0 on success, non-zero on failure.

Parameters
  • [in] subtree: name of the subtree to be committed.

struct settings_handler
#include <settings.h>

Config handlers for subtree implement a set of handler functions. These are registered using a call to settings_register.

struct settings_handler_static
#include <settings.h>

Config handlers without the node element, used for static handlers. These are registered using a call to SETTINGS_REGISTER_STATIC().

API for key-name processing

group settings_name_proc

API for const name processing.

Functions

int settings_name_steq(const char *name, const char *key, const char **next)

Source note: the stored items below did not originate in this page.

import type { FoundLog, PlanSource, Problem } from "../plan/index.ts";
import { type Engine, text, textOrNull } from "./engine.ts";
import { enginePath, type LogFile, logFiles } from "./files.ts";
import { cells } from "./records.ts";
import { type ColumnKind, type FileGroup, kindOf } from "./source.ts";
import { jsonKeys, lines, parquetColumns, parquetNames } from "./sql/read.ts";
import { firstLine, UnusableLog } from "./unusable.ts";

/** A log whose files are found and whose headers are read. */
export interface OpenLog {
  /** In the order of the plan's entries, each entry's by name; the index is the `file` of a row. */
  readonly files: readonly LogFile[];
  readonly groups: readonly FileGroup[];
  readonly found: FoundLog;
  readonly problems: readonly Problem[];
}

interface Header {
  readonly columns: readonly string[];
  readonly engineNames: readonly string[];
  readonly kinds: readonly ColumnKind[];
  readonly skip: number;
}

/** Finds the files of the log and reads their headers; like files form a group that one reader takes. */
export async function openLog(
  source: PlanSource,
  folder: string,
  engine: Engine,
  workFolder: string,
): Promise<OpenLog> {
  const { files, problems } = await logFiles(source.log, folder);
  const wanted = new Set(source.mentions.map((mention) => mention.name));
  const opened: { file: LogFile; path: string; header: Header }[] = [];
  for (const [index, file] of files.entries()) {
    const path = await enginePath(file.path, workFolder, index);
    opened.push({ file, path, header: await headerOf(file, path, wanted, engine) });
  }
  const groups = new Map<string, FileGroup>();
  for (const [index, { file, path, header }] of opened.entries()) {
    // An empty file has no rows, and no header to miss a column in.
    if (header.columns.length === 0) continue;
    const key = JSON.stringify([file.source, file.format, header]);
    const group = groups.get(key) ?? { source: file.source, format: file.format, files: [], ...header };
    groups.set(key, { ...group, files: [...group.files, { index, path }] });
  }
  const columnsBySource = source.log.map((_, entry) => ({
    files: opened
      .filter(({ file }) => file.source === entry)
      .map(({ file, header }) => ({ name: file.name, columns: header.columns })),
    isPartial: problems.some((problem) => problem.path[1] === entry),
  }));
  return { files, groups: [...groups.values()], found: { columnsBySource }, problems };
}

async function headerOf(file: LogFile, path: string, wanted: ReadonlySet<string>, engine: Engine): Promise<Header> {
  try {
    return await readHeader(file, path, wanted, engine);
  } catch (cause) {
    throw new UnusableLog(`${file.name} cannot be read as ${file.format}: ${firstLine(cause, path, file.name)}`, {
      cause,
    });
  }
}

async function readHeader(file: LogFile, path: string, wanted: ReadonlySet<string>, engine: Engine): Promise<Header> {
  switch (file.format) {
    case "csv":
      return delimitedHeader(path, ",", engine);
    case "tsv":
      return delimitedHeader(path, "\t", engine);
    case "ndjson":
      return asText(await jsonHeader(path, wanted, engine), 0);
    case "parquet":
      return parquetHeader(path, engine);
  }
}

const asText = (columns: readonly string[], skip: number): Header => ({
  columns,
  engineNames: columns,
  kinds: columns.map(() => "text"),
  skip,
});

const HEADER_LINES = 50;

/** The cells of the first record, which a quoted name may spread over several lines. */
export async function delimitedHeader(path: string, delimiter: string, engine: Engine): Promise<Header> {
  const rows = await engine.query(lines(path, HEADER_LINES));
  const texts = rows.map((row) => textOrNull(row, "line") ?? "");
  const start = texts.findIndex((line) => line !== "");
  if (start < 0) return asText([], 0);
  for (let end = start + 1; end <= texts.length; end++) {
    const header = cells(texts.slice(start, end).join("\n"), delimiter);
    if (header !== null) return asText(header, start);
  }
  return asText([], 0);
}

const SAMPLE_LINES = 2_000;

/** The keys of the first lines; of all lines when one that the plan names is not among those. Sorted: lines have no common order. */
async function jsonHeader(path: string, wanted: ReadonlySet<string>, engine: Engine): Promise<string[]> {
  const keys = async (limit: number) => (await engine.query(jsonKeys([path], limit))).map((row) => text(row, "key"));
  const sampled = await keys(SAMPLE_LINES);
  const isWhole = [...wanted].every((column) => sampled.includes(column));
  return (isWhole ? sampled : await keys(0)).sort();
}

async function parquetHeader(path: string, engine: Engine): Promise<Header> {
  const described = await engine.query(parquetColumns(path));
  const named = await engine.query(parquetNames(path));
  return {
    columns: topLevel(named.map((row) => ({ name: text(row, "name"), children: Number(row.num_children ?? 0n) }))),
    engineNames: described.map((row) => text(row, "column_name")),
    kinds: described.map((row) => kindOf(text(row, "column_type"))),
    skip: 0,
  };
}

/** The names right under the root of a schema that is listed depth first. */
function topLevel(nodes: readonly { readonly name: string; readonly children: number }[]): string[] {
  const names: string[] = [];
  const skip = (at: number): number => {
    let next = at + 1;
    for (let i = 0; i < (nodes[at]?.children ?? 0); i++) next = skip(next);
    return next;
  };
  for (let at = 1; at < nodes.length; at = skip(at)) names.push(nodes[at]?.name ?? "");
  return names;
}
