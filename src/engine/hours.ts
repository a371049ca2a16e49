import type { HourOfLog } from "./soundnessTypes.ts";

/** Rows by hour of the epoch, and a run of hours in which one arm has none while others have. */

export interface HourCount {
  readonly source: number;
  readonly hour: number;
  readonly rows: number;
}
export type ArmHour = HourCount & { readonly variant: number };
/** Rows of enrolled units; the place of those that belong to analysed units and that no line of the row ledger took. */
export type RowsOfUnits = ArmHour & { readonly place: number | null };

export interface SilentRun {
  readonly source: number;
  readonly variant: number;
  /** Hours of the epoch, both inclusive. */
  readonly first: number;
  readonly last: number;
  /** Rows of the other variants. */
  readonly rows: number;
}

/** Every hour of a span, also those without rows, by the clock of the plan. */
export function hoursOfSpan(
  counts: readonly HourCount[],
  arms: readonly ArmHour[],
  variants: number,
  firstHour: number,
  lastHour: number,
  clock: (hour: number) => { readonly day: number; readonly hour: number },
): HourOfLog[] {
  const rows = new Map(counts.map((count) => [count.hour, count.rows]));
  const byVariant = new Map<number, number[]>();
  for (const { hour, variant, rows: own } of arms) {
    const counted = byVariant.get(hour) ?? new Array<number>(variants).fill(0);
    counted[variant] = own;
    byVariant.set(hour, counted);
  }
  const none = new Array<number>(variants).fill(0);
  return Array.from({ length: lastHour - firstHour + 1 }, (_, i) => ({
    ...clock(firstHour + i),
    rows: rows.get(firstHour + i) ?? 0,
    byVariant: byVariant.get(firstHour + i) ?? none,
  }));
}

/**
 * Of one entry of the log: the longest runs, one after the other of the hours with rows of enrolled units, in which an arm
 * that has rows in it at all has none. Those with most rows of others first.
 */
export function silentRuns(hours: readonly ArmHour[]): SilentRun[] {
  const arms = [...new Set(hours.map(({ variant }) => variant))];
  const byHour = new Map<number, ArmHour[]>();
  for (const one of hours) byHour.set(one.hour, [...(byHour.get(one.hour) ?? []), one]);
  const ordered = [...byHour].sort(([a], [b]) => a - b);
  return arms.flatMap((variant) => runsWithout(variant, ordered)).sort(byRows);
}

function runsWithout(variant: number, ordered: readonly (readonly [number, readonly ArmHour[]])[]): SilentRun[] {
  const runs: { source: number; variant: number; first: number; last: number; rows: number }[] = [];
  let wasSilent = false;
  for (const [hour, arms] of ordered) {
    const isSilent = !arms.some((arm) => arm.variant === variant);
    const rows = arms.reduce((sum, arm) => sum + arm.rows, 0);
    const run = runs.at(-1);
    if (isSilent && wasSilent && run !== undefined) {
      run.last = hour;
      run.rows += rows;
    } else if (isSilent) {
      runs.push({ source: arms[0]?.source ?? 0, variant, first: hour, last: hour, rows });
    }
    wasSilent = isSilent;
  }
  return runs;
}

/** Equal ones by place, so that the order never leans on the engine's. */
export const byRows = (a: SilentRun, b: SilentRun): number =>
  b.rows - a.rows || a.source - b.source || a.variant - b.variant || a.first - b.first;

Compares the start of name with a key

Some examples: settings_name_steq(“bt/btmesh/iv”, “b”, &next) returns 1, next=”t/btmesh/iv” settings_name_steq(“bt/btmesh/iv”, “bt”, &next) returns 1, next=”btmesh/iv” settings_name_steq(“bt/btmesh/iv”, “bt/”, &next) returns 0, next=NULL settings_name_steq(“bt/btmesh/iv”, “bta”, &next) returns 0, next=NULL

Parameters
  • [in] name: in string format

  • [in] key: comparison string

  • [out] next: pointer to remaining of name, when the remaining part starts with a separator the separator is removed from next

REMARK: This routine could be simplified if the settings_handler names would include a separator at the end.

Return

0: no match 1: match, next can be used to check if match is full

int settings_name_next(const char *name, const char **next)

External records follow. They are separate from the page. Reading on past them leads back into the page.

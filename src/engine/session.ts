import type { Plan } from "../plan/index.ts";
import { count, type Engine, nano } from "./engine.ts";
import type { MetricValue } from "./metrics.ts";
import { unpivoted } from "./scores.ts";
import { atRanks, type Dialect, double, ordered, type Statement, sql } from "./sql/index.ts";
import type { ScoreTable } from "./types.ts";

/** An adjusted contrast's values d = (y - pivot) - theta (x - X) of two arms; a missing x is X. */
export interface AdjustedRequest {
  readonly metric: number;
  readonly control: number;
  readonly variant: number;
  readonly theta: number;
  /** Exact decimal texts: what y and x are measured against. */
  readonly pivots: readonly [y: string, x: string];
  /** X, the mean of x over both arms, less the pivot of x: so no digit is lost where x is large and hardly varies. */
  readonly meanFromPivot: number;
}

/** What can still be asked of the units once the first sums are known. */
export interface Session {
  /** Cells of d, one table a request, of its two arms only. */
  adjusted(requests: readonly AdjustedRequest[]): Promise<ScoreTable[]>;
  /** The values of an arm at some ranks, 1 its smallest, in the order asked and in 10^-9 of the metric's unit. */
  atRanks(metric: number, variant: number, ranks: readonly number[]): Promise<bigint[]>;
}

export function openSession(plan: Plan, values: readonly MetricValue[], engine: Engine, dialect: Dialect): Session {
  const inOrder = new Map<number, Promise<void>>();
  return {
    adjusted: (requests) =>
      unpivoted(
        requests.map((request) => adjustedValue(request, values, dialect)),
        engine,
      ),
    atRanks: async (metric, variant, ranks) => {
      const value = values[metric]?.value;
      if (value === undefined || plan.variants[variant] === undefined)
        throw new Error(`no arm ${variant} of metric ${metric}`);
      if (ranks.length === 0) return [];
      const made = inOrder.get(metric) ?? engine.run(ordered(metric, value));
      inOrder.set(metric, made);
      await made;
      return valuesAt(metric, variant, ranks, engine);
    },
  };
}

async function valuesAt(metric: number, variant: number, ranks: readonly number[], engine: Engine): Promise<bigint[]> {
  const rows = await engine.query(atRanks(metric, variant, ranks));
  const found = new Map(rows.map((row) => [count(row, "place"), nano(row, "x")]));
  return ranks.map((rank) => {
    const value = found.get(rank);
    if (value === undefined) throw new Error(`arm ${variant} of metric ${metric} has no value at rank ${rank}`);
    return value;
  });
}

function adjustedValue(request: AdjustedRequest, values: readonly MetricValue[], dialect: Dialect): Statement {
  const own = values[request.metric];
  if (own?.covariate == null) throw new Error(`metric ${request.metric} has no covariate`);
  const less = (value: Statement, pivot: string) =>
    sql`(${dialect.toDouble(sql`(${value} - CAST(${pivot} AS ${dialect.sumType}))`)})`;
  const y = less(own.value, request.pivots[0]);
  const x = sql`coalesce(${less(own.covariate, request.pivots[1])} - ${double(request.meanFromPivot)}, CAST(0 AS DOUBLE))`;
  return sql`CASE WHEN variant IN (${request.control}, ${request.variant})
    THEN ${y} - ${double(request.theta)} * ${x} END`;
}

determine the number of characters before the first separator

Return

index of the first separator, in case no separator was found this is the size of name

Parameters
  • [in] name: in string format

  • [out] next: pointer to remaining of name (excluding separator)

API for runtime settings manipulation

group settings_rt

API for runtime settings.

Functions

int settings_runtime_set(const char *name, void *data, size_t len)

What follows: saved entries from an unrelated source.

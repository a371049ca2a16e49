import { createWriteStream } from "node:fs";
import path from "node:path";
import { Readable } from "node:stream";
import { pipeline } from "node:stream/promises";
import type { Plan } from "../plan/index.ts";
import { isWhole, textOf } from "./compression.ts";
import type { Engine } from "./engine.ts";
import { fingerprint } from "./files.ts";
import type { Layout } from "./layout.ts";
import { quoted, records } from "./records.ts";
import { listTable } from "./sql/index.ts";
import type { InputFile } from "./types.ts";
import { notWhole, UnusableLog } from "./unusable.ts";

/**
 * Lists of unit ids that filters name: one id a line, or a column headed like the unit's. They are cut in Node, whatever
 * they are called, and handed to the engine in one form.
 * Writes  list_<i>: id
 */
export async function readLists(
  plan: Plan,
  layout: Layout,
  folder: string,
  workFolder: string,
  engine: Engine,
): Promise<InputFile[]> {
  const read: InputFile[] = [];
  const unitColumns = plan.log.map((source) => source.columns.unit);
  for (const filter of layout.unitFilters) {
    if (filter.kind !== "listed") continue;
    const file = path.resolve(folder, filter.listedIn);
    if ((await isWhole(file)) === false) throw await notWhole(filter.listedIn, file);
    const copy = path.join(workFolder, `list-${filter.list}.csv`);
    let rows = 0;
    await pipeline(
      Readable.from(ids(file, filter.listedIn, unitColumns)),
      async function* (found: AsyncIterable<string>) {
        for await (const id of found) {
          rows += 1;
          yield `${quoted(id)}\n`;
        }
      },
      createWriteStream(copy),
    );
    await engine.run(listTable(filter.list, copy));
    read.push({ name: filter.listedIn, ...(await fingerprint(file)), rows });
  }
  return read;
}

async function* ids(file: string, name: string, unitColumns: readonly string[]): AsyncGenerator<string> {
  const delimiter = /\.tsv(\.gz|\.zst)?$/i.test(file) ? "\t" : ",";
  let column: number | null = null;
  for await (const { line, text, cells } of records(textOf(file), delimiter)) {
    if (text.includes("\0"))
      throw new UnusableLog(`${name} holds bytes that no text has. Give the ids as text, one a line.`);
    if (column === null) {
      column = cells?.findIndex((cell) => unitColumns.includes(cell)) ?? -1;
      if (column >= 0) continue;
      if (cells !== null && cells.length > 1) throw severalColumns(name, unitColumns);
    }
    if (column >= 0 && cells === null) throw brokenRow(name, line);
    // Without a header a line is one id, also one with a comma in it.
    const id = column >= 0 ? cells?.[column] : cells?.length === 1 ? cells[0] : text;
    if (id !== undefined && id !== "") yield id;
  }
}

const severalColumns = (name: string, unitColumns: readonly string[]) =>
  new UnusableLog(
    `${name} has several columns and none is headed ${[...new Set(unitColumns)].join(" or ")}. Give one id a line, or head the column of ids like the unit's.`,
  );

const brokenRow = (name: string, line: number) =>
  new UnusableLog(`${name}, line ${line}, cannot be cut into cells: a quote does not close, or more follows it.`);
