import type { LogFile } from "./files.ts";

/** How a column arrives from the reader. Text is VARCHAR with missing as NULL or ''. */
export type ColumnKind =
  | "text"
  | "whole"
  | "decimal"
  | "float"
  | "double"
  | "boolean"
  | "timestamp"
  | "nanoseconds"
  | "instant"
  | "date"
  | "other";

/** Files of one entry of `log` that one reader can take together: same format, same header, same types. */
export interface FileGroup {
  readonly source: number;
  readonly format: LogFile["format"];
  readonly files: readonly { readonly index: number; readonly path: string }[];
  /** As the files have them, in their order; for ndjson those that the plan names and a line has. */
  readonly columns: readonly string[];
  /** The engine's own names (Parquet: made unique where two differ in case only). */
  readonly engineNames: readonly string[];
  readonly kinds: readonly ColumnKind[];
  /** Blank lines before the header. */
  readonly skip: number;
}

/** The engine's type name to the way its values are read. */
export function kindOf(type: string): ColumnKind {
  if (type === "VARCHAR" || type.startsWith("ENUM")) return "text";
  if (/^U?(TINY|SMALL|BIG|HUGE)?INT(EGER)?$/.test(type)) return "whole";
  if (type.startsWith("DECIMAL")) return "decimal";
  if (type === "FLOAT") return "float";
  if (type === "DOUBLE") return "double";
  if (type === "BOOLEAN") return "boolean";
  if (type === "TIMESTAMP WITH TIME ZONE") return "instant";
  if (type === "TIMESTAMP_NS") return "nanoseconds";
  if (type.startsWith("TIMESTAMP")) return "timestamp";
  if (type === "DATE") return "date";
  return "other";
}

Set a value with a specific key to a module handler.

Return

0 on success, non-zero on failure.

Parameters
  • name: Key in string format.

  • data: Binary value.

  • len: Value length in bytes.

int settings_runtime_get(const char *name, void *data, size_t len)

Get a value corresponding to a key from a module handler.

Return

length of data read on success, negative on failure.

Parameters
  • name: Key in string format.

  • data: Returned binary value.

  • len: requested value length in bytes.

int settings_runtime_commit(const char *name)

Apply settings in a module handler.

Return

0 on success, non-zero on failure.

Parameters
  • name: Key in string format.

API of backend interface

group settings_backend

settings

Functions

void settings_src_register(struct settings_store *cs)

Register a backend handler acting as source.

Parameters
  • cs: Backend handler node containing handler information.

void settings_dst_register(struct settings_store *cs)

Register a backend handler acting as destination.

Parameters
  • cs: Backend handler node containing handler information.

struct settings_handler_static *settings_parse_and_lookup(const char *name, const char **next)

Parses a key to an array of elements and locate corresponding module handler.

Return

settings_handler_static on success, NULL on failure.

Parameters
  • [in] name: in string format

  • [out] next: remaining of name after matched handler

int settings_call_set_handler(const char *name, size_t len, settings_read_cb read_cb, void *read_cb_arg, const struct settings_load_arg *load_arg)

Calls settings handler.

Return

0 or negative error code

Parameters
  • [in] name: The name of the data found in the backend.

  • [in] len: The size of the data found in the backend.

  • [in] read_cb: Function provided to read the data from the backend.

  • [inout] read_cb_arg: Arguments for the read function provided by the backend.

  • [inout] load_arg: Arguments for data loading.

struct settings_store
#include <settings.h>

Backend handler node for storage handling.

struct settings_load_arg
#include <settings.h>

Arguments for data loading. Holds all parameters that changes the way data should be loaded from backend.

struct settings_store_itf
#include <settings.h>

Backend handler functions. Sources are registered using a call to settings_src_register. Destinations are registered using a call to settings_dst_register.